2.2.5 Zorginkoopbeleid eerstelijns geboortecentra

CZ groep sluit ook in 2025 in principe geen overeenkomsten af met nieuwe of niet-gecontracteerde eerstelijns geboortecentra. Deze centra passen niet binnen onze toekomstvisie op de geboortezorg. We vinden dat zij de ketensamenwerking onvoldoende faciliteren in vergelijking met integrale geboortecentra. Als daardoor een (mogelijk) zorgplichtprobleem binnen een regio kan worden opgelost, kan CZ groep toch een overeenkomst met een eerstelijns geboortecentrum sluiten.

Onderlinge verrekening bij de overdracht van een bevallende vrouw vanuit het geboortecentrum

Wij betalen per bevalling maar één keer de kosten voor het gebruik van een bevalkamer. Dit betekent dat er een onderlinge verrekening plaats moet vinden tussen het ziekenhuis en het eerstelijns geboortecentrum als een verzekerde tijdens de bevalling wordt overgedragen aan het ziekenhuis. Het is de gezamenlijke verantwoordelijkheid van alle partijen om de verplaatsing van een barende vrouw te voorkomen.

Lachgas in een eerstelijns geboortecentrum

CZ groep koopt lachgas in een gecontracteerd eerstelijns geboortecentrum alleen in onder inhoudelijke en financiële voorwaarden. We stellen als inhoudelijke voorwaarde dat er een gezamenlijk (VSV-breed) pijnprotocol is, ondertekend door de verloskundigen en gynaecologen[1]. Daarin is minimaal opgenomen:

  • welke vormen van pijnbestrijding worden toegepast in welke situaties;

  • dat het handboek lachgas wordt toegepast;

  • hoe de kwaliteit wordt geborgd, welke (opleidings)eisen er aan de toediener worden gesteld en welke verloskundigen in de regio bevoegd en bekwaam zijn om lachgas toe te dienen;

  • hoe wordt omgegaan met het nadien (toch nog) doorverwijzen naar de tweede lijn tijdens de bevalling;

  • in welke gevallen er door de verloskundige overlegd moet worden met de gynaecoloog over de voortzetting van die toediening (bijvoorbeeld als de bevalling langer duurt dan x uur of bij bepaalde signalen);

  • hoe alle zwangeren eenduidig worden voorgelicht over de verschillende opties van pijnbestrijding en de voor- en nadelen daarvan, en in hoeverre de voorkeur van de verzekerde leidend is;

  • hoe de effectiviteit van lachgas wordt gemeten. Lachgas moet kostenneutraal worden ingezet, omdat het doorverwijzingen naar de tweede lijn zou voorkomen. Geboortecentra die met lachgas werken, moeten dit kunnen aantonen. De zorgaanbieder deelt onderstaande gegevens op verzoek met ons. Deze gegevens worden aangeleverd op totaalniveau (voor alle cliënten van de zorgaanbieder) en specifiek voor de verzekerden van CZ groep:

    • Hoeveel bevallingen zijn er op de betreffende locatie gestart?
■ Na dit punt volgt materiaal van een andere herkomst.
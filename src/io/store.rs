//! The run store (HDF5): flat columnar tables `hosts` and `subhalos`, main-branch histories,
//! provenance attributes, and an `analysis` group. Documented column by column in
//! docs/output-format.md.
//!
//! Crash safety: a run writes each batch of hosts to its own part file
//! (`.NAME.parts/part-KKKKK.h5`), under a temporary name renamed when complete, so a killed run
//! leaves only whole parts. `--resume` skips the parts that exist. The parts are joined in
//! order (streaming, one part at a time) into `.NAME.partial` while the run goes on, and the
//! store is renamed to NAME when every host is in it. Parts are written uncompressed; the
//! joined store has its integer and mostly-NaN columns shuffled and deflated (`col_filters`). Shards of a split run are complete stores of their host ranges; `merge` joins
//! stores in global host order with the same code.

use std::path::{Path, PathBuf};

use hdf5::{Extent, Group, H5Type};

use super::h5::{get_str_attr, set_num_attr, set_str_attr};
use super::{AtomicPath, IoError};
use crate::stats::Catalog;
use crate::synth::HostRecord;

/// Provenance written as root attributes.
#[derive(Debug, Clone, PartialEq)]
pub struct StoreMeta {
    pub config_toml: String,
    pub master_seed: u64,
    pub generator: String,
    pub crate_version: String,
    pub build_info: String,
    /// `crate::BUILD_FINGERPRINT` of the build that wrote the store; empty if not recorded
    /// (stores written before it was).
    pub build_fingerprint: String,
    /// Total hosts of the whole run (all shards).
    pub n_hosts_total: u64,
    /// Shard k of n (0 of 1 for an unsplit run).
    pub shard: (u32, u32),
    /// Absolute directory of the configuration file the run was started from (relative
    /// paths in `config_toml` are relative to it); empty if unknown (older stores).
    pub config_dir: String,
    /// The files the run read besides its configuration, with the SHA-256 of each
    /// (`io::inputs::InputFiles::to_text`); empty if the run read none, or for older stores
    /// (written before it was recorded).
    pub input_files: String,
    /// The orbit options the hosts were grown with, every key resolved (TOML of
    /// `orbits::OrbitOptions`), so that a later version with other defaults labels them as
    /// they were; empty for older stores (written before it was recorded).
    pub orbit_options: String,
}

/// One column of values.
#[derive(Debug, Clone)]
pub enum Col {
    F64(Vec<f64>),
    U64(Vec<u64>),
    U32(Vec<u32>),
    U16(Vec<u16>),
    U8(Vec<u8>),
}

impl Col {
    fn len(&self) -> usize {
        match self {
            Col::F64(v) => v.len(),
            Col::U64(v) => v.len(),
            Col::U32(v) => v.len(),
            Col::U16(v) => v.len(),
            Col::U8(v) => v.len(),
        }
    }
}

/// (name, units, description)
type Spec = (&'static str, &'static str, &'static str);

/// Columns of the `hosts` table.
pub const HOST_COLUMNS: &[Spec] = &[
    (
        "host_index",
        "index",
        "global host index: hosts numbered cell by cell, cells in the order (cosmology, host mass, environment), hosts_per_cell hosts or pairs (primary, then partner) per cell",
    ),
    (
        "cosmology_index",
        "index",
        "position in the run's list of cosmologies",
    ),
    (
        "mass_bin",
        "index",
        "position in the run's list of host masses",
    ),
    (
        "k",
        "index",
        "host number within its grid cell (selects its random streams)",
    ),
    ("m_vir_msun", "Msun", "virial mass today (z_final)"),
    ("r_vir_kpc", "kpc", "virial radius today"),
    ("concentration", "", "NFW concentration today"),
    (
        "z_half",
        "",
        "half-mass formation redshift of the main branch",
    ),
    ("t_half_gyr", "Gyr", "half-mass formation time"),
    (
        "t_04_gyr",
        "Gyr",
        "time the main branch first held 4% of its final mass",
    ),
    (
        "mstar_msun",
        "Msun",
        "stellar mass of the host's galaxy: its disc and bulge in the potential",
    ),
    ("disc_mass_msun", "Msun", "disc mass today"),
    ("n_tree_nodes", "", "nodes in the host's merger tree"),
    ("sub_offset", "index", "first row of this host in /subhalos"),
    ("sub_count", "", "number of rows of this host in /subhalos"),
    (
        "environment",
        "index",
        "position in the run's list of environments ([[environment]]; 0 when none is configured: isolated)",
    ),
    (
        "pair_member",
        "",
        "0: an isolated host or the primary of a pair (the cell's host mass); 1: the partner of a pair",
    ),
    (
        "partner_host_index",
        "index",
        "global host index of the other host of the pair (18446744073709551615: isolated)",
    ),
    (
        "partner_m_vir_msun",
        "Msun",
        "the other host's virial mass today (NaN: isolated)",
    ),
    (
        "pair_separation_kpc",
        "kpc",
        "separation of the pair today (drawn; NaN: isolated)",
    ),
    (
        "pair_radial_velocity_kms",
        "km/s",
        "relative radial velocity of the pair today (negative: approaching)",
    ),
    (
        "pair_tangential_velocity_kms",
        "km/s",
        "relative tangential speed of the pair today",
    ),
    (
        "pair_min_separation_kpc",
        "kpc",
        "smallest separation of the mutual orbit since the earliest infall",
    ),
    (
        "pair_t_min_separation_gyr",
        "Gyr",
        "cosmic time of that smallest separation",
    ),
    (
        "partner_x_kpc",
        "kpc",
        "the partner's position relative to this host today, x (this host's frame)",
    ),
    ("partner_y_kpc", "kpc", "... y"),
    ("partner_z_kpc", "kpc", "... z"),
    (
        "partner_r_vir_kpc",
        "kpc",
        "the other host's virial radius today",
    ),
    (
        "pair_region_radius_kpc",
        "kpc",
        "radius of the pair region about the barycentre (environment.region_radius_kpc)",
    ),
];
    • Hoeveel van die bevallingen zijn in de eerste lijn afgerond? Hoeveel zijn er doorverwezen?

    • Bij hoeveel bevallingen is lachgas toegepast?

    • Bij hoeveel bevallingen met lachgas is er alsnog tijdens de bevalling naar de tweede lijn doorverwezen?

    • Hoeveel doorverwijzingen naar de tweede lijn zijn er (naar schatting) voorkomen?

    • In hoeverre is het aantal doorverwijzingen tijdens de bevalling verlaagd door de toepassing van lachgas (vergelijking van de doorverwijzingen tot 5 jaar terug)?

Op basis van deze informatie evalueren we de efficiënte toepassing van lachgas tijdens de bevalling. Vervolgens bepalen we of er nog steeds aan bovenstaande criteria wordt voldaan. Afhankelijk hiervan worden de afspraken mogelijk aangescherpt of afgebouwd.

  • 1Waar we spreken over gynaecoloog kan het ook de klinisch verloskundige betreffen die onder de verantwoordelijkheid van de gynaecoloog werkt.